Ora stiamo andando nella direzione IE , ma la pronuncia inglese è *h*ompeig, con un'acca vocalizzata.


----------



## Verboso

Allora meglio dire: in italiano si pronuncia coi fonemi dell'italiano che più assomigliano quelli dell'inglese


----------



## claudine2006

ElaineG said:


> Ora stiamo andando nella direzione IE , ma la pronuncia inglese è *h*ompeig, con un'acca vocalizzata.


 


Verboso said:


> Allora meglio dire: in italiano si pronuncia coi fonemi dell'italiano che più assomigliano quelli dell'inglese


Esatto, quindi l'acca si sentirà poco (o niente), a meno che l'italiano in questione non abbia studiato inglese.


----------



## Nicholas the Italian

Ehi, da quel che ne so homepage puo' indicare sia la pagina iniziale (di un grosso sito) che una pagina personale (se uno ha un sito composto da una pagina o poco piu'...).
"Hai visitato la mia home-page?"
"Hai visitato la mia pagina personale?"



> Ora stiamo andando nella direzione IE


Presumo che tu non stia parlando di Internet Explorer, quindi che significa?


----------



## claudine2006

Nicholas the Italian said:


> Presumo che tu non stia parlando di Internet Explorer, quindi che significa?


Si riferisce al forum Italian- English.


----------



## Nicholas the Italian

claudine2006 said:


> Si riferisce al forum Italian- English.


Denghiu


----------



## claudine2006

Nicholas the Italian said:


> Ehi, da quel che ne so homepage puo' indicare sia la pagina iniziale (di un grosso sito) che una pagina personale (se uno ha un sito composto da una pagina o poco piu'...).
> "Hai visitato la mia homepage?"
> "Hai visitato la mia pagina personale?"

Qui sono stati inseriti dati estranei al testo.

package org.stasissheet.ui.entry;

import static org.junit.jupiter.api.Assertions.assertEquals;
import static org.junit.jupiter.api.Assertions.assertFalse;
import static org.junit.jupiter.api.Assertions.assertTrue;

import java.time.LocalDate;
import java.util.ArrayList;
import java.util.List;
import javafx.geometry.Bounds;
import javafx.scene.Node;
import javafx.scene.control.Button;
import javafx.scene.control.ComboBox;
import javafx.scene.control.DatePicker;
import javafx.scene.control.Label;
import javafx.scene.control.ScrollPane;
import javafx.scene.control.TextField;
import javafx.scene.input.Clipboard;
import javafx.scene.input.ClipboardContent;
import javafx.scene.input.KeyCode;
import javafx.stage.Stage;
import org.junit.jupiter.api.DisplayName;
import org.junit.jupiter.api.Test;
import org.stasissheet.ui.FormFixture;
import org.stasissheet.ui.FormHarness;
import org.stasissheet.ui.app.PreferencesStore;
import org.testfx.api.FxRobot;
import org.testfx.framework.junit5.Start;
import org.testfx.util.WaitForAsyncUtils;

/**
 * The form with the keyboard only, on a 1366×768 screen (issue 18, items 1, 2, 4 and 5): the focused field is
 * always on screen, Enter visits every input, pickers take typed letters, a new case records its time and
 * assessor, and typed or pasted units and decimal commas are read or asked about.
 */
class FormKeyboardTest extends FormFixture {
    @Start
    void start(Stage stage) {
        open(stage);
        // the night resident's laptop: 1366×768, less the desktop's panel (the headless screen may be narrower)
        javafx.geometry.Rectangle2D screen = javafx.stage.Screen.getPrimary().getBounds();
        stage.setX(0);
        stage.setY(0);
        stage.setWidth(Math.min(1366, screen.getWidth()));
        stage.setHeight(Math.min(740, screen.getHeight()));
    }

    private String focused() {
        Node n = window.stage().getScene().getFocusOwner();
        return n == null ? "(none)" : n.getId();
    }

    private void press(FxRobot robot, KeyCode key) {
        robot.type(key);
        WaitForAsyncUtils.waitForFxEvents();
    }

    private void write(FxRobot robot, String id, String text) throws Exception {
        TextField f = node(robot, id);
        FormHarness.fx(() -> {
            f.requestFocus();
            f.selectAll();
        });
        robot.write(text);
        WaitForAsyncUtils.waitForFxEvents();
    }

    private String text(String path) {
        return window.session().entry().field(path).textProperty().get();
    }

    private String unit(String path) {
        return window.session().entry().field(path).unitProperty().get();
    }

    /** Whether the focused node lies wholly inside the visible part of the entry side. */
    private String offScreen(FxRobot robot) {
        Node n = window.stage().getScene().getFocusOwner();
        ScrollPane entry = robot.lookup(".entry-side").query();
        Node viewport = entry.lookup(".viewport");
        Bounds seen = viewport.localToScene(viewport.getBoundsInLocal());
        Bounds b = n.localToScene(n.getBoundsInLocal());
        // a node taller than the view (an open section's title bar has its whole section below it): its top
        boolean tall = b.getHeight() > seen.getHeight();
        boolean inside = b.getMinY() >= seen.getMinY() - 0.5
                && (tall ? b.getMinY() + 24 <= seen.getMaxY() : b.getMaxY() <= seen.getMaxY() + 0.5);
        return inside ? "" : n.getId() + " at y " + b.getMinY() + "–" + b.getMaxY() + ", visible " + seen.getMinY()
                + "–" + seen.getMaxY();
    }

    @Test
    @DisplayName("item 1: Tab through the whole entry side: every focused input is on screen")
    void tabWalk(FxRobot robot) throws Exception {
        FormHarness.fx(() -> ((Node) node(robot, "patient-label")).requestFocus());
        List<String> unseen = new ArrayList<>();
        for (int i = 0; i < 120 && !"assessor".equals(focused()); i++) {
            press(robot, KeyCode.TAB);
            if (window.stage().getScene().getFocusOwner() != null && insideEntry(robot)) {
                String off = offScreen(robot);
                if (!off.isEmpty()) {
                    unseen.add(off);
                }
            }
        }
        assertEquals("assessor", focused(), "the walk reached the last field");
        assertEquals(List.of(), unseen);
    }

    @Test
    @DisplayName("item 1: focus moved by the program (a fix button, a search) to a far field brings it on screen")
    void programmaticFocus(FxRobot robot) throws Exception {
        FormHarness.fx(() -> ((Node) node(robot, "assessor")).requestFocus());
        assertEquals("", offScreen(robot));
        FormHarness.fx(() -> ((Node) node(robot, "patient-label")).requestFocus());
        assertEquals("", offScreen(robot));
        // a fix button far above the field in focus
        write(robot, "labs-wbc", "150000");
        FormHarness.fx(() -> window.session().recomputeNow());
        FormHarness.fx(() -> ((Node) node(robot, "assessor")).requestFocus());
        Button fix = node(robot, "labs-wbc-fix-_uL");
        FormHarness.fx(fix::requestFocus);
        assertEquals("", offScreen(robot));
        // pressing it by keyboard takes the fix; the button goes with the problem, the focus back to the field
        press(robot, KeyCode.SPACE);
        assertEquals("/uL", unit("labs.wbc"));
        FormHarness.fx(() -> window.session().recomputeNow());
        assertEquals("labs-wbc", focused());
        assertEquals("", offScreen(robot));
    }

    private boolean insideEntry(FxRobot robot) {
        ScrollPane entry = robot.lookup(".entry-side").query();
        for (Node p = window.stage().getScene().getFocusOwner(); p != null; p = p.getParent()) {
            if (p == entry.getContent()) {
                return true;
            }
        }
        return false;
    }
    @Test
    @DisplayName("item 2: Enter from the label visits every field's input in form order, pickers and switches included")
    void enterWalk(FxRobot robot) throws Exception {
        List<String> expected = new ArrayList<>();
        for (FieldSpec f : FormFields.all()) {
            if (f.kind() == FieldKind.DATE_TIME) {
                expected.add(f.id() + "-date");
                expected.add(f.id() + "-time");
            } else {
                expected.add(f.id());
            }
        }
        FormHarness.fx(() -> ((Node) node(robot, "patient-label")).requestFocus());
        List<String> seen = new ArrayList<>(List.of(focused()));
        List<String> unseen = new ArrayList<>();
        for (int i = 1; i < expected.size(); i++) {
            press(robot, KeyCode.ENTER);
            seen.add(focused());
            String off = offScreen(robot);
            if (!off.isEmpty()) {
                unseen.add(off);
            }
        }
        assertEquals(expected, seen);
        assertEquals(List.of(), unseen, "and each one on screen when it got there");
    }

    @Test
    @DisplayName("item 2: 'm' on Sex picks male and stays; Enter then moves on to Age")
    void letterPicks(FxRobot robot) throws Exception {
        ComboBox<?> sex = node(robot, "patient-sex");
        FormHarness.fx(sex::requestFocus);
        robot.write("m");
        WaitForAsyncUtils.waitForFxEvents();
        assertEquals("male", text("patient.sex"));
        assertEquals("patient-sex", focused(), "typing never moves the focus");
        assertFalse(sex.isShowing(), "nor opens the list");
        press(robot, KeyCode.ENTER);
        assertEquals("patient-ageYears", focused());
        assertEquals("male", text("patient.sex"));
        FormHarness.fx(sex::requestFocus);
        robot.write("fe");
        WaitForAsyncUtils.waitForFxEvents();
        assertEquals("female", text("patient.sex"));
    }

    @Test
    @DisplayName("item 4: a new case starts at the clock's time to the minute and with the assessor of the preferences")
    void newCase(FxRobot robot) throws Exception {
        shell.assessorAnswers.add("Dr Invented Resident");
        FormHarness.fx(() -> window.actions().chooseAssessor());
        FormHarness.settle(window);
        assertEquals("Dr Invented Resident", new PreferencesStore(data).load().assessor(), "kept between runs");
        FormHarness.fx(() -> window.actions().newCase());
        // FormHarness.CLOCK: 2026-03-05T01:40:00Z at +01:00
        assertEquals("2026-03-05T02:40+01:00", text("assessedAt"));
        assertEquals("Dr Invented Resident", text("assessor"));
        assertEquals(LocalDate.of(2026, 3, 5), ((DatePicker) node(robot, "assessedAt-date")).getValue());
        assertEquals("02:40", ((TextField) node(robot, "assessedAt-time")).getText());
    }

    @Test
    @DisplayName("item 4: the time field writes assessedAt; a bad time is refused naming the field and the value")
    void timeField(FxRobot robot) throws Exception {
        FormHarness.fx(() -> window.actions().newCase());
        write(robot, "assessedAt-time", "25:61");
        Label message = node(robot, "assessedAt-time-message");
        assertTrue(message.isVisible());
        assertTrue(message.getText().contains("Assessed at (time): '25:61' is not a time of day"),
                message.getText());
        assertEquals("25:61", ((TextField) node(robot, "assessedAt-time")).getText(), "what was typed is kept");
        FormHarness.fx(() -> window.session().recomputeNow());
        assertTrue(window.session().completeCaseProperty().get().isEmpty(),
                "no worksheet is printed with the old time");

        write(robot, "assessedAt-time", "14:05");
        assertFalse(message.isVisible());
        assertEquals("2026-03-05T14:05+01:00", text("assessedAt"));

        DatePicker date = node(robot, "assessedAt-date");
        FormHarness.fx(() -> {
            date.requestFocus();
            date.getEditor().setText("2026-03-04");
        });
        press(robot, KeyCode.ENTER);
        assertEquals("assessedAt-time", focused());
        assertEquals("2026-03-04T14:05+01:00", text("assessedAt"));
    }
    @Test
    @DisplayName("item 5: '5,6' in potassium becomes 5.6 in the unit picked, and says so")
    void decimalComma(FxRobot robot) throws Exception {
        write(robot, "labs-potassium", "5,6");
        press(robot, KeyCode.ENTER);
        assertEquals("5.6", text("labs.potassium"));
        assertEquals("mmol/L", unit("labs.potassium"));
        Label reading = node(robot, "labs-potassium-reading");
        assertTrue(reading.getText().contains("read '5,6' as 5.6 mmol/L"), reading.getText());
    }

    @Test
    @DisplayName("item 5: '180 x10^9/L' typed into WBC with /µL picked sets 180 and ×10⁹/L (UCUM 10*9/L)")
    void typedUnit(FxRobot robot) throws Exception {
        FormHarness.fx(() -> window.session().entry().field("labs.wbc").unitProperty().set("/uL"));
        write(robot, "labs-wbc", "180 x 10^9/l");
        press(robot, KeyCode.TAB);
        assertEquals("180", text("labs.wbc"));
        assertEquals("10*9/L", unit("labs.wbc"), "UCUM: 10*9/L is ×10⁹ per litre");
        assertEquals("10*9/L", ((org.stasissheet.measure.UnitOption) ((ComboBox<?>) node(robot, "labs-wbc-unit"))
                .getValue()).ucum(), "the unit picker shows it");
    }

    @Test
    @DisplayName("item 5: pasted '180×10⁹/L', '180 x10^9/L' and '6.8 mmol/L' are read at once, value and unit")
    void pasted(FxRobot robot) throws Exception {
        for (String pasted : List.of("180×10⁹/L", "180 x10^9/L")) {
            FormHarness.fx(() -> window.session().entry().field("labs.wbc").unitProperty().set("/uL"));
            paste(robot, "labs-wbc", pasted);
            assertEquals("180", text("labs.wbc"), pasted);
            assertEquals("10*9/L", unit("labs.wbc"), pasted);
        }
        FormHarness.fx(() -> window.session().entry().field("labs.potassium").unitProperty().set("meq/L"));
        paste(robot, "labs-potassium", "6.8 mmol/L");
        assertEquals("6.8", text("labs.potassium"));
        assertEquals("mmol/L", unit("labs.potassium"));
    }

    @Test
    @DisplayName("item 5: '1,234' is not guessed: both readings are offered, and the one taken sets the value")
    void ambiguousGrouping(FxRobot robot) throws Exception {
        write(robot, "labs-wbc", "1,234");
        press(robot, KeyCode.ENTER);
        assertEquals("1,234", text("labs.wbc"), "kept as typed until answered");
        Label reading = node(robot, "labs-wbc-reading");
        assertTrue(reading.getText().startsWith("CHECK: "), reading.getText());
        assertTrue(reading.getText().contains("1.234 or 1234"), reading.getText());
        Button comma = node(robot, "labs-wbc-take-0");
        Button grouping = node(robot, "labs-wbc-take-1");
        assertEquals("use 1.234 ×10⁹/L", comma.getText());
        assertEquals("use 1234 ×10⁹/L", grouping.getText());
        FormHarness.fx(comma::fire);
        assertEquals("1.234", text("labs.wbc"));
        assertFalse(reading.getParent().isVisible(), "answered: the question goes");
    }

    @Test
    @DisplayName("item 5: a pasted value implausible in its unit is not taken: the unit that fits is offered")
    void implausiblePasted(FxRobot robot) throws Exception {
        paste(robot, "labs-wbc", "150000 x10^9/L");
        assertEquals("150000 x10^9/L", text("labs.wbc"), "kept as pasted until answered");
        Label reading = node(robot, "labs-wbc-reading");
        assertTrue(reading.getText().startsWith("CHECK: "), reading.getText());
        Button perMicrolitre = node(robot, "labs-wbc-take-0");
        assertEquals("use 150000 /µL", perMicrolitre.getText());
        FormHarness.fx(perMicrolitre::fire);
        assertEquals("150000", text("labs.wbc"));
        assertEquals("/uL", unit("labs.wbc"), "150000 /µL = 150 ×10⁹/L (definition: 1 µL = 10⁻⁶ L)");
    }

    @Test
    @DisplayName("item 5: a unit the reader does not know is refused naming the value and unit; the text is kept")
    void unknownUnit(FxRobot robot) throws Exception {
        write(robot, "labs-wbc", "180 furlongs");
        press(robot, KeyCode.ENTER);
        assertEquals("180 furlongs", text("labs.wbc"));
        Label reading = node(robot, "labs-wbc-reading");
        assertTrue(reading.getText().startsWith("NOT READ: "), reading.getText());
        assertTrue(reading.getText().contains("'furlongs' is not a unit"), reading.getText());
    }

    private void paste(FxRobot robot, String id, String pasted) throws Exception {
        TextField f = node(robot, id);
        FormHarness.fx(() -> {
            ClipboardContent c = new ClipboardContent();
            c.putString(pasted);
            Clipboard.getSystemClipboard().setContent(c);
            f.requestFocus();
            f.selectAll();
            f.paste();
        });
    }
}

Forse in questo caso io uso di più "pagina personale", mentre riservo il termine _homepage_ alla pagina iniziale di un sito più "ufficiale".


----------



## Cosol

Per _pagina personale_ ho usato sento a volte semplicemente _sito_ o se lo è _blog_.
_Homepage_ non mi sembra frequente, ma naturalmente non è neanche aulico.


----------



## claudine2006

Cosol said:


> Per _pagina personale_ ho usato o sentito a volte semplicemente _sito_ o se lo è _blog_.
> _Homepage_ non mi sembra frequente, ma naturalmente non è neanche aulico.


Giusto, si usa anche l'espressione "il mio sito", e oggigiorno vanno più di moda i blog.


----------